** Saved entries **
--- START ---

"""Advice for a type Ia supernova: what tonight's exposures would do to its modulus, against the coming nights'."""

from __future__ import annotations

import math
from collections.abc import Sequence

from reduce.candles.distance import rest_phase
from reduce.candles.model import LAST_PHASE, type_ia_model
from reduce.candles.solve import Solved
from reduce.candles.type_ia import HOPELESS_CHI2
from reduce.plan.advice import Step, cheapest_way, reason, scheduled, settled
from reduce.plan.exposure import Conditions, TelescopeNoise
from reduce.plan.forecast import Outlook, Slot, expected_mag, outlook
from reduce.plan.hours import Hours, Option, best_hour, options, saturation_warnings
from reduce.records import Estimate, Point, Target
from reduce.settings import Planning
from reduce.views import Advice, TargetNight, TargetPlan

FIRST_SNR = 40.0
"""Wanted of the first points, before anything can be fitted."""
MOST_CANDIDATES = 12
TYPICAL_MAG = 16.0
"""Only to choose the hour of a target that nobody measured yet."""


def supernova_plan(
    target: Target,
    night: TargetNight,
    solved: Solved | None,
    estimate: Estimate | None,
    points: Sequence[Point],
    noise: TelescopeNoise,
    when: Sequence[Hours],
    cost: Planning,
) -> TargetPlan:
    """What to do tonight, and what the coming nights would add.

    Parameters
    ----------
    solved
        Posterior of the light curve; None when it cannot be fitted yet.
    when
        Observable hours, tonight first.
    """
    if solved is None:
        return _first_points(target, night, points, noise, when, cost)
    if solved.chi2 / len(solved.system) > HOPELESS_CHI2:
        return TargetPlan(target, night, "no advice: no normal type Ia varies like this.")
    slots, fills, met = _slots(solved, noise, when, cost)
    if not slots:
        return TargetPlan(target, night, f"nothing useful tonight: {_why_no_slot(solved, when)}.")
    ahead = outlook(solved, slots, {band: one.err_night_mag for band, one in noise.bands.items()})
    other = _other_variance(solved, estimate)
    goal = cost.mu_err_goal**2 - other
    tonight = when[0].night
    way = cheapest_way(ahead, slots, fills, goal, cost, tonight)
    now_steps, later = scheduled(ahead, slots, way, cost, tonight)

    def told(steps: Sequence[Step]) -> tuple[Advice, ...]:
        return tuple(_advice(step, slots[step.slot], met[step.slot], solved, other) for step in steps)

    candidates = told(_alone(ahead, slots, fills, cost))
    sentence = _sentence(night, solved, other, goal, told(now_steps), told(later), cost)
    warnings: tuple[str, ...] = ()
    if when[0].mjd:
        middle = len(when[0].mjd) // 2
        mags = {b: expected_mag(solved, b, when[0].mjd[middle]) for b in noise.bands if b in solved.data.model.bands}
        warnings = saturation_warnings(noise, mags, when[0].conditions[middle])
    return TargetPlan(target, night, sentence, told(now_steps), told(later), candidates, warnings)


def _why_no_slot(solved: Solved, when: Sequence[Hours]) -> str:
    times = [hours.mjd[0] for hours in when if hours.mjd]
    if not times:
        return "no observable hour in the coming weeks"
    phase = float(rest_phase(times[0], float(solved.mean[2]), solved.data.z))
    if phase > LAST_PHASE:
        return f"at {phase:+.0f} d it is past the light-curve model, which ends at {LAST_PHASE:+.0f} d"
    return "it is too faint, or too bright, for every exposure"


def _other_variance(solved: Solved, estimate: Estimate | None) -> float:
    """What the error of μ holds beside the fit: grey scatter, the Milky Way's dust, an unknown redshift; mag²."""
    if estimate is None or estimate.mu_err is None:
        return solved.data.model.scatter.grey**2
    return max(estimate.mu_err**2 - float(solved.cov[0, 0]), 0.0)


def _slots(
    solved: Solved, noise: TelescopeNoise, when: Sequence[Hours], cost: Planning
) -> tuple[list[Slot], list[tuple[Option, ...]], list[Conditions]]:
    slots, fills, met = [], [], []
    t_max, z = float(solved.mean[2]), solved.data.z
    bands = [band for band in noise.bands if band in solved.data.model.bands]
    for hours in when:
        if not hours.mjd or rest_phase(hours.mjd[0], t_max, z) > LAST_PHASE:
            continue
        for band in bands:
            mag = expected_mag(solved, band, hours.mjd[len(hours.mjd) // 2])
            best = best_hour(noise, band, mag, hours)
            if best is None:
                continue
            ways = options(noise, band, mag, best[1], cost)
            if ways:
                slots.append(Slot(hours.night, best[0], band))
                fills.append(ways)
                met.append(best[1])
    return slots, fills, met


def _alone(ahead: Outlook, slots: Sequence[Slot], fills: Sequence[Sequence[Option]], cost: Planning) -> list[Step]:
    """Each exposure as if it were the only one, with its whole slew, by its fall of variance per minute."""
    start = ahead.mu_variance
    found = []
    for k, ways in enumerate(fills):
        for option in ways:
            minutes = (option.seconds(cost) + cost.slew_s + cost.filter_s) / 60.0
            found.append((ahead.gain(k, option.variance) / minutes, k, option, minutes))
    steps: list[Step] = []
    taken: set[int] = set()
    for _, k, option, minutes in sorted(found, key=lambda row: (-row[0], row[1])):
        if k in taken or len(steps) >= MOST_CANDIDATES:
            continue
        taken.add(k)
        one = ahead.only([k])
        one.take(0, option.variance)
        settles = settled(ahead.theta.mean(axis=0), one.theta.mean(axis=0))
        steps.append(Step(k, option, minutes, start - ahead.gain(k, option.variance), settles))
    return steps


def _advice(step: Step, slot: Slot, met: Conditions, solved: Solved, other: float) -> Advice:
    phase = float(rest_phase(slot.mjd, float(solved.mean[2]), solved.data.z))
    return Advice(
        night=slot.night, mjd=slot.mjd, band=slot.band, n=step.option.n, exposure_s=step.option.exposure_s,
        snr=step.option.snr, airmass=met.airmass, minutes=step.minutes,
        mu_err=math.sqrt(step.mu_variance + other), reason=reason(slot.band, phase, step.parameter),
    )  # fmt: skip


def _sentence(
    night: TargetNight,
    solved: Solved,
    other: float,
    goal: float,
    tonight: Sequence[Advice],
    later: Sequence[Advice],
    cost: Planning,
) -> str:
    now_err = math.sqrt(float(solved.cov[0, 0]) + other)
    if float(solved.cov[0, 0]) <= goal:
        return f"nothing useful tonight: μ is good to ±{now_err:.3f}, the goal is ±{cost.mu_err_goal:g}."
    if tonight:
        minutes = sum(advice.minutes for advice in tonight)
        after = tonight[-1].mu_err or now_err
        bands = " ".join(dict.fromkeys(advice.band for advice in tonight))
        return f"{bands} tonight, {minutes:.0f} min: the error of μ falls from {now_err:.3f} to about {after:.3f}."
    if night.window is None:
        return f"nothing tonight: {night.why_not}."
    if later:
        first = later[0]
        return f"nothing useful tonight: the next exposure that pays is {first.reason}, on {first.night}."
    return f"nothing useful tonight: no exposure brings the error of μ ({now_err:.3f}) nearer to ±{cost.mu_err_goal:g}."


def _first_points(
    target: Target,
    night: TargetNight,
    points: Sequence[Point],
    noise: TelescopeNoise,
    when: Sequence[Hours],
    cost: Planning,
) -> TargetPlan:
    """Before anything can be fitted: one blue and one visual point a night."""
    if night.window is None or not when or not when[0].mjd:
        return TargetPlan(target, night, f"nothing tonight: {night.why_not or 'the observable hours have passed'}.")
    known = [band for band in ("B", "V", "g", "r", "R", "I", "i") if band in noise.bands]
    wanted = [band for band in known if band in ("B", "V")] or known[:2]
    advice = []
    for k, band in enumerate(band for band in wanted if band in type_ia_model().bands):
        seen = [point for point in points if point.band == band and point.mag is not None and point.state == "kept"]
        mag = seen[-1].mag if seen and seen[-1].mag is not None else None
        made = _first_exposure(noise, band, mag, when[0], cost)
        if made is None:
            continue
        mjd, met, option = made
        seconds = option.seconds(cost) + cost.filter_s + (0.0 if k else cost.slew_s)
        snr = option.snr if mag is not None else math.nan
        why = f"{band}: the first points must show colour and rise before μ can be fitted"
        advice.append(
            Advice(when[0].night, mjd, band, option.n, option.exposure_s, snr, met.airmass, seconds / 60.0, None, why)
        )
    minutes = sum(one.minutes for one in advice)
    bands = " ".join(one.band for one in advice)
    sentence = f"{bands} tonight, {minutes:.0f} min: too few points for a fit so far."
    return TargetPlan(target, night, sentence if advice else "too faint for a useful point tonight.", tuple(advice))


def _first_exposure(
    noise: TelescopeNoise, band: str, mag: float | None, when: Hours, cost: Planning
) -> tuple[float, Conditions, Option] | None:
    usual = noise.bands[band].usual_exposure_s
    best = best_hour(noise, band, TYPICAL_MAG if mag is None else mag, when)
    if best is None:
        return None
    if mag is None:
        return *best, Option(1, usual, 1.0)
    ways = options(noise, band, mag, best[1], cost, (FIRST_SNR, FIRST_SNR / 2.0))
    return (*best, ways[0]) if ways else None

--- END ---

** TASK GOAL **
After reading the records above, give the number of lines that include "seen", and add nothing else.

** YOUR SOLUTION **
2